I've been so lucky with the books I've read this year. I already have a bunch of contenders for top ten of 2017 -- and it's only April! I'm not a big non-fiction reader, so it's high praise to say that The Radium Girls is on the short list for best reads of 2017. The Radium Girls is, essentially, the story of a great injustice. I'll freely admit that I had no knowledge of the history behind this book before reading, but now that I know better I can't stop relaying the story to anyone willing to listen.

Incredibly well-researched, and told with a narrative tilt that makes for a captivating read, The Radium Girls tells the story of the women who worked in radium-dial factories across the U.S. during World War I and beyond, carefully painting much-needed military clock faces with a luminous paint made from radium. In that time period, radium was being hailed as a miracle element. It's tumor-blasting powers had recently been discovered, and medical professionals and marketing firms were taking advantage of the public's newfound obsession with its health benefits. The military held contracts with these dial-painting factories so that they could ensure their soldiers and pilots could read their clock faces, as the radium-laced paint shone brightly in the dark. That luminous paint earned these women the nickname "the shining girls," and along with it an elevated status in society. It turns out that working in the radium-dial factories was one of the best jobs that a woman could have in that time -- it paid well, there were social benefits, and there didn't appear to be any downsides. That is, until the girls started to get very sick.

Here's my disclaimer for this book: if you have a sensitive disposition, this might not be for you. The descriptions of the girls' suffering was pretty detailed and graphic. I was chatting with my boss about the history behind the book one day and when I finished relaying just a few of those graphic details he asked me why in the wold I wanted to read about that (valid question, I'll admit) and I replied that it was like watching a train wreck -- terrible, but I couldn't look away.

I might have had a sort of fascination with the medical decline of the girls while reading, but what really kept me interested was the girls' quest for justice. I won't give away the big parts of the story, but I will say that if you have an interest in social justice, this is the book for you. These women were faced with incredible pain, deceptive doctors, greedy corporations -- and yet, they kept fighting for their rights. It's largely thanks to them that we have protections against occupational hazards, because while their jobs were touted as the best out there, their work actually poisoned them.

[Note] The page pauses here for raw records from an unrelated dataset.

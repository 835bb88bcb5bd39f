//! Separation: when some direction of the coefficients makes every observed category at least as
//! likely, and some more so, the likelihood grows for ever and has no maximum (Albert and Anderson
//! 1984). This module recognises it and says in words where it lies.

mod programme;

use std::fmt;

use crate::chunk::Chunk;
use crate::layout::{BLOCK_ROWS, Layout};
use crate::likelihood::{Coefficients, Workspace};
use crate::raw::BackTransform;
use crate::reduce::Merge;

use crate::resolve::Resolved;

pub(crate) use programme::{Verdict, decide};

/// A margin below this share of the largest one counts as negative.
const NEGATIVE_MARGIN: f64 = -1e-6;
/// Coefficients of a direction below this share of the largest one are not named.
const NAMED_SHARE: f64 = 1e-3;
/// The same for directions known exactly.
const MOVED_SHARE: f64 = 1e-7;

/// Smallest and largest margin of a direction: the change of the log-odds of the observed category
/// against another one, over all rows and all other categories.
#[derive(Debug, Clone, Copy, PartialEq)]
pub(crate) struct Margins {
    pub(crate) least: f64,
    pub(crate) most: f64,
}

impl Merge for Margins {
    fn merge(&mut self, later: Self) {
        self.least = self.least.min(later.least);
        self.most = self.most.max(later.most);
    }
}

impl Margins {
    /// Those of no pair.
    fn none() -> Self {
        Self { least: f64::INFINITY, most: f64::NEG_INFINITY }
    }

    fn extend(&mut self, margin: f64) {
        self.least = self.least.min(margin);
        self.most = self.most.max(margin);
    }

    /// All margins are positive: the direction separates completely.
    pub(crate) fn separate_completely(self) -> bool {
        self.least > -NEGATIVE_MARGIN * self.most
    }

    /// No margin is negative and some are positive: the direction separates.
    pub(crate) fn separate(self) -> bool {
        self.most > 0.0 && self.least >= NEGATIVE_MARGIN * self.most
    }

    /// Margins of a direction over the rows of a chunk.
    pub(crate) fn of(layout: &Layout, direction: &Coefficients, chunk: &Chunk) -> Self {
        let mut work = Workspace::default();
        let mut margins = Self::none();
        let compared = direction.compared;
        for start in (0..chunk.rows()).step_by(BLOCK_ROWS) {
            let end = (start + BLOCK_ROWS).min(chunk.rows());
            let odds = work.log_odds(layout, direction, chunk, start, end);
            let rows = end - start;
            for row in 0..rows {
                let observed = chunk.category[start + row] as usize;
                let of =
                    |category: usize| if category == 0 { 0.0 } else { odds[(category - 1) * rows + row] };
                for other in (0..=compared).filter(|&other| other != observed) {
                    margins.extend(of(observed) - of(other));
                }
            }
        }
        margins
    }
}

/// A coefficient that has no finite estimate.
#[derive(Debug, Clone, PartialEq, Eq)]
pub struct Drift {
    /// The category whose log-odds against the reference it belongs to.
    pub category: String,
    /// The term.
    pub term: String,
    /// Whether it grows without end, or falls, in the direction that was found; `None` where that
    /// direction leaves it alone and others do not.
    pub upwards: Option<bool>,
}

/// Why there is no maximum likelihood estimate, in words.
#[derive(Debug, Clone, PartialEq, Eq)]
pub struct SeparationReport {
    /// What in the data separates: empty cells of level by category, ranges that do not overlap.
    pub findings: Vec<String>,
    /// Coefficients that have no finite estimate: those of one direction in which the likelihood
    /// grows, or all of them (see [`Self::exhaustive`]).
    pub drifts: Vec<Drift>,
    /// Whether the categories are separated completely, so that the likelihood reaches 1; `None`
    /// where that is not known.
    pub complete: Option<bool>,
    /// Whether `drifts` holds all coefficients without a finite estimate.
    pub exhaustive: bool,
}

impl fmt::Display for SeparationReport {
    fn fmt(&self, f: &mut fmt::Formatter) -> fmt::Result {
        let how = if self.complete == Some(true) { " completely" } else { "" };
        write!(f, "the data separate the categories{how}, so there is no finite estimate: ")?;
        if self.findings.is_empty() {
            let drift = |drift: &Drift| {
                let end = match drift.upwards {
                    Some(true) => "rises without end",
                    Some(false) => "falls without end",
                    None => "is not determined",
                };
                format!("`{}` of category `{}` {end}", drift.term, drift.category)
            };
            f.write_str(&shown(&self.drifts.iter().map(drift).collect::<Vec<_>>(), ", "))?;
        } else {
            f.write_str(&shown(&self.findings, "; "))?;
        }
        f.write_str(
            "; merge levels or categories, leave the field out, set `fit.bias_reduction`, or give `fit.ridge` a value",
        )
    }
}

/// The first few of some texts.
fn shown(texts: &[String], separator: &str) -> String {
    const SHOWN: usize = 5;
    let mut text = texts[..texts.len().min(SHOWN)].join(separator);
    if texts.len() > SHOWN {
        text.extend([format!("{separator}and {} more", texts.len() - SHOWN)]);
    }
    text
}

/// A separating direction to report on.
pub(crate) struct Separating<'s> {
    pub(crate) resolved: &'s Resolved,
    /// From the kept standardised terms to plain terms.
    pub(crate) back: &'s BackTransform,
    /// The direction, in kept standardised terms, category by category.
    pub(crate) direction: &'s [f64],
    pub(crate) complete: Option<bool>,
    /// All directions that change only what is separated, where they are known.
    pub(crate) free: Option<&'s [Vec<f64>]>,
}

impl Separating<'_> {
    pub(crate) fn report(&self) -> SeparationReport {
        let resolved = self.resolved;
        let (names, terms) = (resolved.category_names(), resolved.design.terms());
        let along = self.plain(self.direction);
        let moving = match self.free {
            Some(free) => self.moved_by(free),
            None => along.iter().map(|value| value.abs() > NAMED_SHARE).collect(),
        };
        let mut fields = vec![false; resolved.fields.len()];
        let mut drifts = Vec::new();
        for (index, _) in moving.iter().enumerate().filter(|(_, moves)| **moves) {
            let term = &terms[index % terms.len()];
            for &field in &term.fields {
                fields[field] = true;
            }
            drifts.push(Drift {
                category: names[1 + index / terms.len()].to_owned(),
                term: term.name.clone(),
                upwards: (along[index].abs() > NAMED_SHARE).then_some(along[index] > 0.0),
            });
        }
        let involved = || (0..fields.len()).filter(|&field| fields[field]);
        let mut findings: Vec<String> = involved().flat_map(|field| empty_cells(resolved, field)).collect();
        findings.extend(involved().flat_map(|field| separate_ranges(resolved, field)));
        SeparationReport { findings, drifts, complete: self.complete, exhaustive: self.free.is_some() }
    }

    /// A direction in plain terms, each in units of what a step of length 1 can move it at most.
    fn plain(&self, direction: &[f64]) -> Vec<f64> {
        let longest = direction.iter().fold(0.0f64, |longest, value| longest.max(value.abs()));
        let reach = self.back.reach();
        let block = |block: Vec<f64>| {
            let share =
                |(value, reach): (f64, &f64)| if *reach > 0.0 { value / (reach * longest) } else { 0.0 };
            block.into_iter().zip(&reach).map(share).collect::<Vec<_>>()
        };
        self.back.coefficients(direction).into_iter().flat_map(block).collect()
    }

    /// Which plain coefficients some direction moves.
    fn moved_by(&self, directions: &[Vec<f64>]) -> Vec<bool> {
        let size = self.resolved.design.terms().len() * (self.resolved.category_weights.len() - 1);
        let mut moved = vec![false; size];
        for direction in directions {
            for (moved, value) in moved.iter_mut().zip(self.plain(direction)) {
                *moved |= value.abs() > MOVED_SHARE;
            }
        }
        moved
    }
}

/// Levels that never occur with a category.
fn empty_cells(resolved: &Resolved, field: usize) -> Vec<String> {
    use kilter_model::Field;
    let level_name = |level: usize| match &resolved.fields[field] {
        Field::Levels(levels) => levels.levels[level].clone(),
        Field::Number(_) | Field::Flag(_) => ["false", "true"][level].to_owned(),
    };
    let name = resolved.fields[field].name();
    let categories = resolved.category_names();
    let mut found = Vec::new();
    for (level, cases) in resolved.level_cases[field].iter().enumerate() {
        let total: f64 = cases.iter().sum();
        for (category, _) in cases.iter().enumerate().filter(|&(_, &cases)| cases == 0.0 && total > 0.0) {
            let level = level_name(level);
            found.push(format!(
                "category `{}` never occurs with `{name}` = `{level}` ({total} cases)",
                categories[category]
            ));
        }
    }
    found
}

/// Pairs of categories whose numbers do not overlap.
fn separate_ranges(resolved: &Resolved, field: usize) -> Vec<String> {
    let name = resolved.fields[field].name();
    let categories = resolved.category_names();
    let ranges = &resolved.ranges[field];
    let mut found = Vec::new();
    for (lower, [_, highest]) in ranges.iter().enumerate() {
        for (upper, [lowest, _]) in ranges.iter().enumerate() {
            if lower != upper && highest <= lowest {
                found.push(format!(
                    "`{name}` is at most {highest} with category `{}` and at least {lowest} with `{}`",
                    categories[lower], categories[upper]
                ));
            }
        }
    }
    found
}
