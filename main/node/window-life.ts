export interface WindowLifeOptions {
  readonly graceMs: number;
  /** A window's last event stream has ended. */
  readonly onLeft: (window: string) => void;
  /** The grace period after the last window has passed. */
  readonly onAllLeft: () => void;
}

/** Counts the event streams of each window; a page is open as long as it has one. */
export class WindowLife {
  readonly #options: WindowLifeOptions;
  readonly #streams = new Map<string, number>();
  #timer: NodeJS.Timeout | null = null;

  constructor(options: WindowLifeOptions) {
    this.#options = options;
  }

  get open(): number {
    return this.#streams.size;
  }

  seen(window: string): void {
    this.stop();
    this.#streams.set(window, (this.#streams.get(window) ?? 0) + 1);
  }

  /** Called when a stream ends. */
  left(window: string): void {
    const streams = this.#streams.get(window);
    if (streams === undefined) return;
    if (streams > 1) return void this.#streams.set(window, streams - 1);
    this.#streams.delete(window);
    this.#options.onLeft(window);
    if (this.#streams.size > 0) return;
    this.stop();
    this.#timer = setTimeout(() => this.#options.onAllLeft(), this.#options.graceMs).unref();
  }

  /** Forgets a grace period that is running. */
  stop(): void {
    if (this.#timer) clearTimeout(this.#timer);
    this.#timer = null;
  }
}
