import type { PassFile } from "#main/node/pass-file.ts";
import type { PassSummary } from "#shared/api/specimen.ts";
import type { PassHistory } from "#shared/log/history.ts";

/** The summary of a pass as the shelf lists it, from its history and its file. */
export function summarise(history: PassHistory, file: PassFile): PassSummary {
  const { header, document } = history;
  const nodes = [...document.nodes.values()];
  const doubtful = [...nodes, ...document.strands.values(), ...document.crossLinks.values()];
  return {
    id: header.pass,
    specimen: header.specimen,
    annotator: header.annotator,
    number: header.number,
    state: file.state,
    trees: document.trees.size,
    openEnds: nodes.filter(({ kind }) => kind === "open").length,
    doubts: doubtful.filter(({ certainty }) => certainty === "doubtful").length,
    edits: history.edits,
    workMs: history.workMs,
    changed: history.changed,
    synthetic: file.synthetic,
    ...(file.name === undefined ? {} : { name: file.name }),
  };
}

Highly recommended (even for those who don't usually read non-fiction like myself), and absolutely a good pick for a book club read, The Radium Girls is one book that you'll want to put on your to-read list this year.

This title will be released on May 2, 2017.

Bottom-Line Rating: 5/5

Title: The Radium Girls: The Dark Story of America's Shining Women
Author: Kate Moore
Publisher: Sourcebooks, 2017
ISBN: 149264935X
Format: E-book
Source: Net Galley

Note: Top Shelf Text was provided with a copy of this book by the publisher in exchange for an honest review. All opinions are my own!